Bed Bath & Beyond recently released a statement warning that bankruptcy is on the table if its financial situation doesn’t improve. The company’s sales have dropped by more than 30% over the past year due to low customer traffic and inventory levels.
“The Company continues to consider all strategic alternatives, including restructuring or refinancing its debt, seeking additional debt or equity capital, reducing or delaying the Company’s business activities and strategic initiatives, or selling assets, other strategic transactions and/or other measures, including obtaining relief under the U.S. Bankruptcy Code,” the statement read.
The news wasn’t well received on Wall Street, and the company’s share fell nearly 30% by the end of the day, hitting its lowest levels since 1993.
Bed Bath & Beyond Struggles to Mount a Comeback
Bed Bath & Beyond, which is known for selling home goods, has struggled with low sales and lagging foot traffic in its stores for a while. In August, the company outlined a turnaround strategy, which involved cutting costs and improving partnerships with other vendors.

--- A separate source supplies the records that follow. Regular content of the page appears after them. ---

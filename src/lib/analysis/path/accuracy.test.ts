import { readFileSync } from 'node:fs';
import { gunzipSync } from 'node:zlib';
import { describe, expect, it } from 'vitest';
import { RunReader } from '../../parse/index.ts';
import { prepareChannels } from '../channels/prepareChannels.ts';
import { findCorners } from '../corners/findCorners.ts';
import { ErrorTable } from '../metrics/testing/errorTable.ts';
import { readClosedForm } from '../metrics/testing/closedForm.ts';
import type { ClosedFormLap } from '../metrics/testing/closedForm.ts';
import type { Channels, Lap, PlacedRun } from '../model.ts';
import { timeAtPlace } from '../trace/placeTime.ts';
import { buildPath } from './buildPath.ts';
import { placeRun } from './placeRun.ts';

/**
 * Laps, path, corners and times at places against laps known in closed form (fixtures/closed-form), from the files' bytes on.
 * Bars are the product's own: what 95 of 100 errors must keep, for lap times what the worst must keep.
 */
const FILES = new URL('../../../../fixtures/closed-form/', import.meta.url);
const truth = readClosedForm();

interface FileTruth {
	sample_rate_hz: number;
	phase: number;
	line_crossings_s: number[];
	laps: { lap: number; motion: string; complete: boolean; lap_time_s: number | null }[];
}
const files = JSON.parse(
	gunzipSync(readFileSync(new URL('marrow_fen.files.truth.json.gz', FILES))).toString('utf8')
) as Record<string, FileTruth>;

function read(name: string): Channels {
	const reader = new RunReader({ fileName: name });
	reader.push(gunzipSync(readFileSync(new URL(`${name}.gz`, FILES))));
	return prepareChannels(reader.end()[0]);
}

function timeOf(lap: ClosedFormLap, placeM: number): number {
	const segments = lap.segments_s0_s1_t0_v0_a;
	const [s0, , t0, v0, a] = segments.findLast((segment) => segment[0] <= placeM + 1e-9) ?? segments[0];
	const way = placeM - s0;
	return t0 + (2 * way) / (v0 + Math.sqrt(Math.max(v0 * v0 + 2 * a * way, 0)));
}

const table = new ErrorTable();
const BARS: Record<string, Record<string, number>> = {
	'lap time, ms (worst)': { clean: 1, '20 Hz': 1, noise: 1 },
	'lap start, ms': { clean: 1, '20 Hz': 1, noise: 1 },
	'lap column alone, ms': { clean: 1000 / 60 + 1 },
	'Δ same line, ms': { clean: 1, '20 Hz': 1, noise: 25 },
	'Δ other line, ms': { clean: 1, noise: 25 },
	'corner start, end, m': { clean: 2, '20 Hz': 2, noise: 15 },
	'corner radius, %': { clean: 3, '20 Hz': 3, noise: 10 },
	'path length, %': { clean: 0.4, '20 Hz': 0.4, noise: 1 },
	'line chosen, lap time, ms': { '10 Hz': 1 }
};
const barOf = (quantity: string, rate: string) => BARS[quantity][rate];

/** The timed laps that the file's complete ones are, with the motion driven. */
function pairs(laps: Lap[], file: FileTruth): { lap: Lap; motion: string; timeS: number; startS: number }[] {
	const t0 = file.phase / file.sample_rate_hz;
	return file.laps
		.filter(({ complete }) => complete)
		.map(({ lap: number, motion, lap_time_s }) => {
			const startS = file.line_crossings_s[number - 1] - t0;
			const lap = laps.find((candidate) => candidate.kind === 'timed' && Math.abs(candidate.startS - startS) < 0.5);
			if (!lap || lap_time_s === null) throw new Error(`lap ${number} was not found`);
			return { lap, motion, timeS: lap_time_s, startS };
		});
}

/** A lap on its path. */
interface PlacedLap {
	placed: PlacedRun;
	lap: Lap;
	motion: string;
}

/** Worst error over a lap of the time delta to another lap on the same path. */
function worstDeltaMs(driver: PlacedLap, reference: PlacedLap): number {
	const scale = driver.placed.path.lengthM / truth.length_m;
	const since = ({ placed, lap }: PlacedLap, s: number) =>
		timeAtPlace(placed, (lap.turn ?? NaN) * placed.path.lengthM + s * scale) - lap.startS;
	let worst = 0;
	for (let s = 2; s < truth.length_m - 2; s += 2) {
		const exact = timeOf(truth.laps[driver.motion], s) - timeOf(truth.laps[reference.motion], s);
		worst = Math.max(worst, Math.abs(since(driver, s) - since(reference, s) - exact) * 1000);
	}
	return worst;
}

function lapTimes(rate: string, placed: PlacedRun, file: FileTruth, quantity = 'lap time, ms (worst)'): void {
	const found = pairs(placed.laps, file);
	expect(placed.laps.filter(({ kind }) => kind === 'timed')).toHaveLength(found.length);
	for (const { lap, timeS, startS } of found) {
		table.add(quantity, rate, (lap.endS - lap.startS - timeS) * 1000);
		if (quantity === 'lap time, ms (worst)') table.add('lap start, ms', rate, (lap.startS - startS) * 1000);
	}
}

function corners(rate: string, placed: PlacedRun): void {
	const scale = truth.length_m / placed.path.lengthM;
	table.add('path length, %', rate, (1 / scale - 1) * 100);
	const found = findCorners(placed).filter(({ number }) => number !== null);
	expect(found).toHaveLength(truth.corners.length);
	truth.corners.forEach((corner, k) => {
		expect(found[k].direction).toBe(corner.direction);
		// between the linked corners one lap of the session drives another line
		if (corner.corner !== 4) table.add('corner start, end, m', rate, found[k].startM * scale - corner.start_m);
		if (corner.corner !== 3) table.add('corner start, end, m', rate, found[k].endM * scale - corner.end_m);
		table.add('corner radius, %', rate, ((found[k].minRadiusM ?? NaN) / corner.radius_m - 1) * 100);
	});
}

describe('laps known in closed form', () => {
	it.each([
		{ name: 'marrow_fen_session_60hz.csv', rate: 'clean' },
		{ name: 'marrow_fen_session_20hz.csv', rate: '20 Hz' },
		{ name: 'marrow_fen_noise_60hz.csv', rate: 'noise' }
	])('$name: laps, corners and times at places', ({ name, rate }) => {
		const { placed } = buildPath(read(name));
		lapTimes(rate, placed, files[name]);
		corners(rate, placed);
		// one motion drives its link on another line, where the truth depends on the path
		const laps = pairs(placed.laps, files[name]).filter(({ motion }) => motion !== 'link_straight');
		for (const { lap, motion } of laps.slice(1)) {
			table.add('Δ same line, ms', rate, worstDeltaMs({ placed, lap, motion }, { placed, ...laps[0] }));
		}
	});

	it.each([
		{ name: 'marrow_fen_line_60hz.csv', rate: 'clean' },
		{ name: 'marrow_fen_line_noise_60hz.csv', rate: 'noise' }
	])('$name: other lines on the path of a lap on the centre line', ({ name, rate }) => {
		const { path, placed: own } = buildPath(read('marrow_fen_lap_ref_60hz.csv'));
		const reference = { placed: own, lap: own.laps[1], motion: 'ref' };
		const { placed } = placeRun(read(name), path);
		lapTimes(rate, placed, files[name]);
		for (const { lap, motion } of pairs(placed.laps, files[name])) {
			table.add('Δ other line, ms', rate, worstDeltaMs({ placed, lap, motion }, reference));
		}
	});

	it('marrow_fen_nodist_60hz.csv: a lap column alone', () => {
		const name = 'marrow_fen_nodist_60hz.csv';
		lapTimes('clean', buildPath(read(name)).placed, files[name], 'lap column alone, ms');
	});

	it('marrow_fen_gpsonly_10hz.csv: a line that is chosen closes the lap, one that is given is the file’s', () => {
		const name = 'marrow_fen_gpsonly_10hz.csv';
		const channels = read(name);
		const chosen = buildPath(channels);
		expect(chosen.path.line).toBe('chosen');
		expect(chosen.laps.filter(({ kind }) => kind === 'timed').length).toBeGreaterThanOrEqual(7);
		const line = { latitudeA: 41.1998, longitudeA: -30.4, latitudeB: 41.2002, longitudeB: -30.4 };
		const given = buildPath(channels, { line });
		expect(given.path.line).toBe('mark');
		lapTimes('10 Hz', given.placed, files[name], 'line chosen, lap time, ms');
	});

	it('keeps every bar', () => {
		console.log(table.print(barOf));
		for (const [quantity, byRate] of Object.entries(BARS)) {
			for (const [rate, bar] of Object.entries(byRate)) {
				const { p95, worst, count } = table.row(quantity, rate);
				expect(count, `${quantity}, ${rate}`).toBeGreaterThan(0);
				expect(quantity.includes('worst') ? worst : p95, `${quantity}, ${rate}`).toBeLessThanOrEqual(bar);
			}
		}
	});
});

Bed Bath & Beyond also closed 150 stores and eliminated 20% of its workforce. This helped the company lower its expenses, but sales are still down significantly from where they were a year earlier.

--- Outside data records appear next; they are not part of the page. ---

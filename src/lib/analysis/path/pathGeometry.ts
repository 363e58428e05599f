import type { ReferencePath } from '../model.ts';
import type { EvenLine } from './evenLine.ts';

/** A path as points with directions, as the projection needs it. */
export interface PathGeometry {
	lengthM: number;
	closed: boolean;
	/** place of each point; the last is lengthM, where a closed path is back at its first point */
	placeM: Float64Array;
	xM: Float64Array;
	yM: Float64Array;
	/** unit vector along the path */
	alongX: Float64Array;
	alongY: Float64Array;
	curvaturePerM: Float64Array;
}

/** Points nearer together than this are one. */
const LEAST_STEP_M = 0.02;

/** Geometry of a stored path, whose points lie at whole metres. */
export function geometryOfPath(path: ReferencePath): PathGeometry {
	const { lengthM, closed } = path;
	const stored = path.xM.length;
	const whole = lengthM - (stored - 1) < LEAST_STEP_M ? stored - 1 : stored;
	const points = closed ? whole + 1 : stored;
	const placeM = new Float64Array(points);
	const xM = new Float64Array(points);
	const yM = new Float64Array(points);
	const curvaturePerM = new Float64Array(points);
	for (let i = 0; i < points; i++) {
		const at = closed && i === whole ? 0 : i;
		placeM[i] = closed && i === whole ? lengthM : i;
		xM[i] = path.xM[at];
		yM[i] = path.yM[at];
		curvaturePerM[i] = path.curvaturePerM[at];
	}
	return withDirections({ lengthM, closed, placeM, xM, yM, curvaturePerM });
}

/** Geometry of a line that is still being fitted. */
export function geometryOfLine(line: EvenLine, curvature: Float64Array): PathGeometry {
	const { lengthM, closed, stepM } = line;
	const n = line.xM.length;
	const points = closed ? n + 1 : n;
	const placeM = new Float64Array(points);
	const xM = new Float64Array(points);
	const yM = new Float64Array(points);
	const curvaturePerM = new Float64Array(points);
	for (let i = 0; i < points; i++) {
		const at = i % n;
		placeM[i] = i === points - 1 ? lengthM : i * stepM;
		xM[i] = line.xM[at];
		yM[i] = line.yM[at];
		curvaturePerM[i] = curvature[at];
	}
	return withDirections({ lengthM, closed, placeM, xM, yM, curvaturePerM });
}

/** Direction at each point: that of the parabola through it and its neighbours, which may lie unevenly around the line. */
function withDirections(path: Omit<PathGeometry, 'alongX' | 'alongY'>): PathGeometry {
	const { xM, yM, placeM, closed } = path;
	const points = placeM.length;
	const alongX = new Float64Array(points);
	const alongY = new Float64Array(points);
	for (let i = 0; i < points; i++) {
		const atEnd = i === 0 || i === points - 1;
		const before = i > 0 ? i - 1 : closed ? points - 2 : 0;
		const behind = i < points - 1 ? i + 1 : closed ? 1 : points - 1;
		const back = atEnd && closed ? placeM[points - 1] - placeM[points - 2] : placeM[i] - placeM[before];
		const on = atEnd && closed ? placeM[1] - placeM[0] : placeM[behind] - placeM[i];
		const dx = slope(xM[before], xM[i], xM[behind], back, on);
		const dy = slope(yM[before], yM[i], yM[behind], back, on);
		const size = Math.hypot(dx, dy) || 1;
		alongX[i] = dx / size;
		alongY[i] = dy / size;
	}
	return { ...path, alongX, alongY };
}

/** Slope at the middle of three values that lie `back` and `on` apart; one-sided at an end. */
function slope(a: number, b: number, c: number, back: number, on: number): number {
	if (!(back > 0)) return (c - b) / on;
	if (!(on > 0)) return (b - a) / back;
	return (((b - a) / back) * on + ((c - b) / on) * back) / (back + on);
}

The company’s lagging sales are partly due to a shift in consumer spending. Increasingly, consumers are less interested in spending money on houseware, especially as the housing market begins to lag.
Many consumers are still concerned about inflation and a looming recession as well. Bigger brands are often hesitant to partner with Bed Bath & Beyond due to its mounting debt, so the company hasn’t seen much traction from partnering with other brands.
What’s Next For Bed Bath & Beyond?
It seems plausible that bankruptcy could be on the horizon for Bed Bath & Beyond, as the company has been losing market share for a long time. Filing for bankruptcy would allow the company to restructure its debt and cancel leases on underperforming stores. While it’s likely not their preferred move, it could give them an opportunity to improve their structure and turn the ship toward clearer waters.
During the third quarter, the company’s sales were $1.259 billion, down from $1.878 billion a year earlier. The company has just $0.5 billion in liquidity and is running out of time to generate positive cash flow. Wedbush analyst Scott Batham says he anticipates that the company will run out of liquidity in 2023, making bankruptcy much more likely.
Other retailers, like JCPenney, Walmart, and Kohl’s, could take a hit if Bed Bath & Beyond files for bankruptcy. However, any negative impact is likely to be temporary.
The company announced it would close an additional 130 stores across the country, affecting landlords and the foot traffic to surrounding businesses. As of November 2022, the company still has 762 Bed Bath & Beyond stores located across all 50 states.